━━━━━ EXCERPTED RECORDS
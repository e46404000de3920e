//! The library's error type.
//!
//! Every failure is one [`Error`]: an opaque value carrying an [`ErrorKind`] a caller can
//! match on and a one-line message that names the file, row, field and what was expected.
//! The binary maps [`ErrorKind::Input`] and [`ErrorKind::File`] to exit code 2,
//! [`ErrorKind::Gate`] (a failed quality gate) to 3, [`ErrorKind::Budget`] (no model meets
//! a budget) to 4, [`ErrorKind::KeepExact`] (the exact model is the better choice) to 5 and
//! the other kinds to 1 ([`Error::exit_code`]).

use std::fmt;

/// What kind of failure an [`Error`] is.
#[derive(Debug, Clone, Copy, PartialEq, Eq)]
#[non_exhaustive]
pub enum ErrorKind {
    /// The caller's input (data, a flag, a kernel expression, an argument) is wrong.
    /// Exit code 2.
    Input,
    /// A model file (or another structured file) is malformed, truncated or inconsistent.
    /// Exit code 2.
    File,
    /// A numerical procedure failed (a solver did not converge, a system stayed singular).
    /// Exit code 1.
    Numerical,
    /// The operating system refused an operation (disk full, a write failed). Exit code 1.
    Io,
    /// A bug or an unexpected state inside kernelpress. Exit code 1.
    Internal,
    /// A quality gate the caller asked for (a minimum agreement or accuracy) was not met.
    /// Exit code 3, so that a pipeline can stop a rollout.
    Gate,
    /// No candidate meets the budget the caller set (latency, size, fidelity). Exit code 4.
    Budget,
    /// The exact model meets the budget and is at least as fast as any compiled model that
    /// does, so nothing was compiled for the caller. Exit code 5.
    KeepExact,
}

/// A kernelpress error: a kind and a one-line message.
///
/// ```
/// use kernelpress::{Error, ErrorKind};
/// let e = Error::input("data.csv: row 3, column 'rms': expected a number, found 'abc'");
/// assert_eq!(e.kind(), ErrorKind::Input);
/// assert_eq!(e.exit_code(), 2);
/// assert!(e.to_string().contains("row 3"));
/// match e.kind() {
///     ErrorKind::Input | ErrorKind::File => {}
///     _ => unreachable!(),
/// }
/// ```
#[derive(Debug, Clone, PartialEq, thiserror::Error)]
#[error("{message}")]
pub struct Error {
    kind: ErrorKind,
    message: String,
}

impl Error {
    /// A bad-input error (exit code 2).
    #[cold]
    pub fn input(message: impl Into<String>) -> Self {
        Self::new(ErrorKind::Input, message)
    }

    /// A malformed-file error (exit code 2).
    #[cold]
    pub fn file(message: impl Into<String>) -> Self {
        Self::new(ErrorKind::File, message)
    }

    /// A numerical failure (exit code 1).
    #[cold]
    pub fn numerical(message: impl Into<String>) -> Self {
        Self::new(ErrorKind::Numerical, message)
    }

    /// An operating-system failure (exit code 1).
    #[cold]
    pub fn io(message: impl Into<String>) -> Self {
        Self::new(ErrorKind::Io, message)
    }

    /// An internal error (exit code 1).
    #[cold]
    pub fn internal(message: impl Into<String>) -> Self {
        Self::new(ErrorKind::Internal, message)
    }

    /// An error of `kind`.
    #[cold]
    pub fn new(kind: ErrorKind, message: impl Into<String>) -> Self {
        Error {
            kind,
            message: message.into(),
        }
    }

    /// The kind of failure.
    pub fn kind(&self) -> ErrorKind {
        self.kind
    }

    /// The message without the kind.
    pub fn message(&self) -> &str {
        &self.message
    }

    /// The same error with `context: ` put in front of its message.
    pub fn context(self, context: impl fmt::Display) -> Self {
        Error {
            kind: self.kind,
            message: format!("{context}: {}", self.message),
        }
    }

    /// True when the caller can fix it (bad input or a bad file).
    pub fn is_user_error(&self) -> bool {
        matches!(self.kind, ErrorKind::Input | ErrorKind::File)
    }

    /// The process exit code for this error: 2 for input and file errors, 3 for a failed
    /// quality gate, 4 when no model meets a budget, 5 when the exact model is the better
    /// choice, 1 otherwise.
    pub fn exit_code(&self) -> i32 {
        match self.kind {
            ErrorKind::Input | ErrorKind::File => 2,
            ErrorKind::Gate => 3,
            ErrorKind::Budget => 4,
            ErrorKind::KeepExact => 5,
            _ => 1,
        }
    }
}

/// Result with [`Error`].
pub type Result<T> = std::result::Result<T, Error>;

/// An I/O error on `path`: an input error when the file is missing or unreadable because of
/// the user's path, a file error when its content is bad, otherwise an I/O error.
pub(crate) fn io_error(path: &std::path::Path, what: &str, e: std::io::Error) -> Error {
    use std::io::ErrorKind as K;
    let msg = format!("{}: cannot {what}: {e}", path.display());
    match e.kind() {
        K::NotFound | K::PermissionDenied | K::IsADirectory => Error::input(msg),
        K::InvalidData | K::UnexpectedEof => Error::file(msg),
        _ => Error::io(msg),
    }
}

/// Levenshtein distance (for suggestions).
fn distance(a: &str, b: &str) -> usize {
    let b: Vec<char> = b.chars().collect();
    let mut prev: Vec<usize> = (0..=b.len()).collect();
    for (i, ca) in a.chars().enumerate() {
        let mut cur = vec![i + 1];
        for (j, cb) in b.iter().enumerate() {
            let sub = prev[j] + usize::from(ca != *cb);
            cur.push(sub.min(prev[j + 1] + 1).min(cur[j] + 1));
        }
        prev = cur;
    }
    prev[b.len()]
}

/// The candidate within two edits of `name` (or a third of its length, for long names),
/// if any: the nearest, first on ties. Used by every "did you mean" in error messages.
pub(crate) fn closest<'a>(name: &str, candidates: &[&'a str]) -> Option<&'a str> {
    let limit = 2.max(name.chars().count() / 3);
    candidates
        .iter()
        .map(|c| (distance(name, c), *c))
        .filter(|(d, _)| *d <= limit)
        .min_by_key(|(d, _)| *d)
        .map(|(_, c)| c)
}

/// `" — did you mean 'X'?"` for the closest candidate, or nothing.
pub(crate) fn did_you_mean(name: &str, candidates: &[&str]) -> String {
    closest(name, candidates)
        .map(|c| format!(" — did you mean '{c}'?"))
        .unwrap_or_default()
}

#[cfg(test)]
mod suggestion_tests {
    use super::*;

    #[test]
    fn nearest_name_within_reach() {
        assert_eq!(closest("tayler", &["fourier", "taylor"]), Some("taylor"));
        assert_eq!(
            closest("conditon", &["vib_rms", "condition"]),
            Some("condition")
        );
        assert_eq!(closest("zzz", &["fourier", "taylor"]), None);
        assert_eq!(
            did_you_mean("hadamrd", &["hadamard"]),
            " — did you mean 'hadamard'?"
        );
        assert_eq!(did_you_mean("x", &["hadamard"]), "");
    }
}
━━━━━━━━━━
━━━━━ EXCERPTED RECORDS
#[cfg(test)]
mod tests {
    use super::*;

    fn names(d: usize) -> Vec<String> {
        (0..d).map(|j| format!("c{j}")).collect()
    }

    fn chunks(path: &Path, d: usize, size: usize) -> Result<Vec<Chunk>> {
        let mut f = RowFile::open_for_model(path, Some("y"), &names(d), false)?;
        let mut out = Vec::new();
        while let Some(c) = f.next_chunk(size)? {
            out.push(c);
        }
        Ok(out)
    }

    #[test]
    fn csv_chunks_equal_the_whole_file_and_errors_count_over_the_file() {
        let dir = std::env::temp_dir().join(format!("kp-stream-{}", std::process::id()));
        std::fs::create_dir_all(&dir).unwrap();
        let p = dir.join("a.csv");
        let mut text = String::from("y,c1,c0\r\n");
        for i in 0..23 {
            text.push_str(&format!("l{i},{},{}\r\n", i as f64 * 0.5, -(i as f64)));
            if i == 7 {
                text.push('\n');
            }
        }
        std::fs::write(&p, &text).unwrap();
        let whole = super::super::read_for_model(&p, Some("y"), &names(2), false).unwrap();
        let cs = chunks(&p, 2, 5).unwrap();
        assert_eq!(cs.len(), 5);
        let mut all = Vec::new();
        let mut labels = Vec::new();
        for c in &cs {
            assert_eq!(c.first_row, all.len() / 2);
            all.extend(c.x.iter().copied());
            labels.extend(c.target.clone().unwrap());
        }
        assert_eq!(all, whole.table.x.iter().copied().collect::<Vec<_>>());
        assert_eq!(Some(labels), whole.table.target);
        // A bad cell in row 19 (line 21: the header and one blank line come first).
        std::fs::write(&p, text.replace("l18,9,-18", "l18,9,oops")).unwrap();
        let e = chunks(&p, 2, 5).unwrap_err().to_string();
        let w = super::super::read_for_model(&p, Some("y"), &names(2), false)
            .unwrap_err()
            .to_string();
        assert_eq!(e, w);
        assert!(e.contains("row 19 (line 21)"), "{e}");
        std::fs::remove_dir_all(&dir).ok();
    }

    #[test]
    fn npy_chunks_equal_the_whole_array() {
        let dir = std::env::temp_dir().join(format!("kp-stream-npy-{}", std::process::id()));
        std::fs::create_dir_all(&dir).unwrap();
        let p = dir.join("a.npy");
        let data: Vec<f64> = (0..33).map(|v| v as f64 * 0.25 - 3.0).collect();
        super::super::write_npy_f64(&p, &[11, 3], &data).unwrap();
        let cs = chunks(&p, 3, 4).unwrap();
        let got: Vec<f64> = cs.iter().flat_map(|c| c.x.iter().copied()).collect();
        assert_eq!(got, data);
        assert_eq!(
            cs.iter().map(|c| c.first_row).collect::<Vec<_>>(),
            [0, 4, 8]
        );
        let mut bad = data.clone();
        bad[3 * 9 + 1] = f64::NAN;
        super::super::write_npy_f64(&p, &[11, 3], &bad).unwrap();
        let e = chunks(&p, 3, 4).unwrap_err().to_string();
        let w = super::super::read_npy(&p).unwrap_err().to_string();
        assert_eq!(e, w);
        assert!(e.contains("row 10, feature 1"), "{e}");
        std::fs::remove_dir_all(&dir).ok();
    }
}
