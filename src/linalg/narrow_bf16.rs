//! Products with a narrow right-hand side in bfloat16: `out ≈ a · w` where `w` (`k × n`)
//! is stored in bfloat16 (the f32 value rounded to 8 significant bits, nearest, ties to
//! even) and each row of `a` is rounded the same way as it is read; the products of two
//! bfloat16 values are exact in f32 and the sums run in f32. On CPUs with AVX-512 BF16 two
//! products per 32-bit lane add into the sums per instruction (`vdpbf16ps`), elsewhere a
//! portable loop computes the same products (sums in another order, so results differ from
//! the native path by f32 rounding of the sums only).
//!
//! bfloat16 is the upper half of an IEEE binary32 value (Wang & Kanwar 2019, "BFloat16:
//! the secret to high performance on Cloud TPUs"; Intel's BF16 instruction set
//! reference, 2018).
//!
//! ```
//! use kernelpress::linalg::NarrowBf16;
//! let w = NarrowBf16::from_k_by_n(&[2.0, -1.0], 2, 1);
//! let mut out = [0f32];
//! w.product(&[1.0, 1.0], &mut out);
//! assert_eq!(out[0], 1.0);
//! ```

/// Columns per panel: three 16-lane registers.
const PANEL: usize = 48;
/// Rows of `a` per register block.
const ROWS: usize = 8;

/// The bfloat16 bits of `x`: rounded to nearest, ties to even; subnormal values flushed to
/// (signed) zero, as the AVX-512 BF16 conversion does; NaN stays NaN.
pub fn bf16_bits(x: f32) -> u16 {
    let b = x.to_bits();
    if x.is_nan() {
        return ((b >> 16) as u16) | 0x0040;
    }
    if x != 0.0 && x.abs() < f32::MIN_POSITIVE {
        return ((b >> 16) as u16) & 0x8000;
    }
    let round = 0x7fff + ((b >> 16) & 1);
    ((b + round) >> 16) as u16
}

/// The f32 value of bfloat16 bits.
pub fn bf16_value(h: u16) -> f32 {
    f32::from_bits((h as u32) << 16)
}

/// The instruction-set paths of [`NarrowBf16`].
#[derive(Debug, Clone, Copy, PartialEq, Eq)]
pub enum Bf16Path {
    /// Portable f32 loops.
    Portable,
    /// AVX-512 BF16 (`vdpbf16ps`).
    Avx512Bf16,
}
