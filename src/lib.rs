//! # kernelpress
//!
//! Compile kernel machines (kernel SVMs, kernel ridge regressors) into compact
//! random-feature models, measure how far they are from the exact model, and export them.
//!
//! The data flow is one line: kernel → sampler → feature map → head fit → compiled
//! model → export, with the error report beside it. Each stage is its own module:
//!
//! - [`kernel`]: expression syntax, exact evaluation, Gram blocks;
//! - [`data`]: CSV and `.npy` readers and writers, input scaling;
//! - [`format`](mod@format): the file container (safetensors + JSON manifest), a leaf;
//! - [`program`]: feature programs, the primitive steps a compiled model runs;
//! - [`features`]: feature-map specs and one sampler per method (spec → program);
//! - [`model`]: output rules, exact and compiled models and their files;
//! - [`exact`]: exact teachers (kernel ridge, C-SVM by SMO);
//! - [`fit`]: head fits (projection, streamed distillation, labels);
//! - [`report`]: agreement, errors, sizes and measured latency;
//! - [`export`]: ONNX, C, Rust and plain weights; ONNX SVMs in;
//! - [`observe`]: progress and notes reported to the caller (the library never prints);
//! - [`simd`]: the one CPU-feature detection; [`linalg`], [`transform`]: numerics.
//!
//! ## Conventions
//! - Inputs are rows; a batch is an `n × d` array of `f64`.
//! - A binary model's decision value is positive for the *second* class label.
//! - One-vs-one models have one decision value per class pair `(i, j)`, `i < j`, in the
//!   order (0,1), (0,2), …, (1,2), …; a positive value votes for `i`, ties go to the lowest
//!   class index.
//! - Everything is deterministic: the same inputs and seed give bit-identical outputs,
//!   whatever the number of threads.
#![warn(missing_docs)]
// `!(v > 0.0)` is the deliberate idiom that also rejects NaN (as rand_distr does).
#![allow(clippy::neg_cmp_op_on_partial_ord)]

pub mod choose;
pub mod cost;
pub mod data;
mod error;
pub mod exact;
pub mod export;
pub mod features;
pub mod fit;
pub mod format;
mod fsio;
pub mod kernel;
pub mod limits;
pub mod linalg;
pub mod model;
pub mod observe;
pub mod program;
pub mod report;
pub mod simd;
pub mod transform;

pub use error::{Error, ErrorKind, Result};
━━━━━━━━━━
-- REQUIRED ACTION --
Which lines above include the word "names"? Show each one.

-- EXERCISE SOLUTION --
//! match on and a one-line message that names the file, row, field and what was expected.
/// The candidate within two edits of `name` (or a third of its length, for long names),
    fn names(d: usize) -> Vec<String> {
        let mut f = RowFile::open_for_model(path, Some("y"), &names(d), false)?;
        let whole = super::super::read_for_model(&p, Some("y"), &names(2), false).unwrap();
        let w = super::super::read_for_model(&p, Some("y"), &names(2), false)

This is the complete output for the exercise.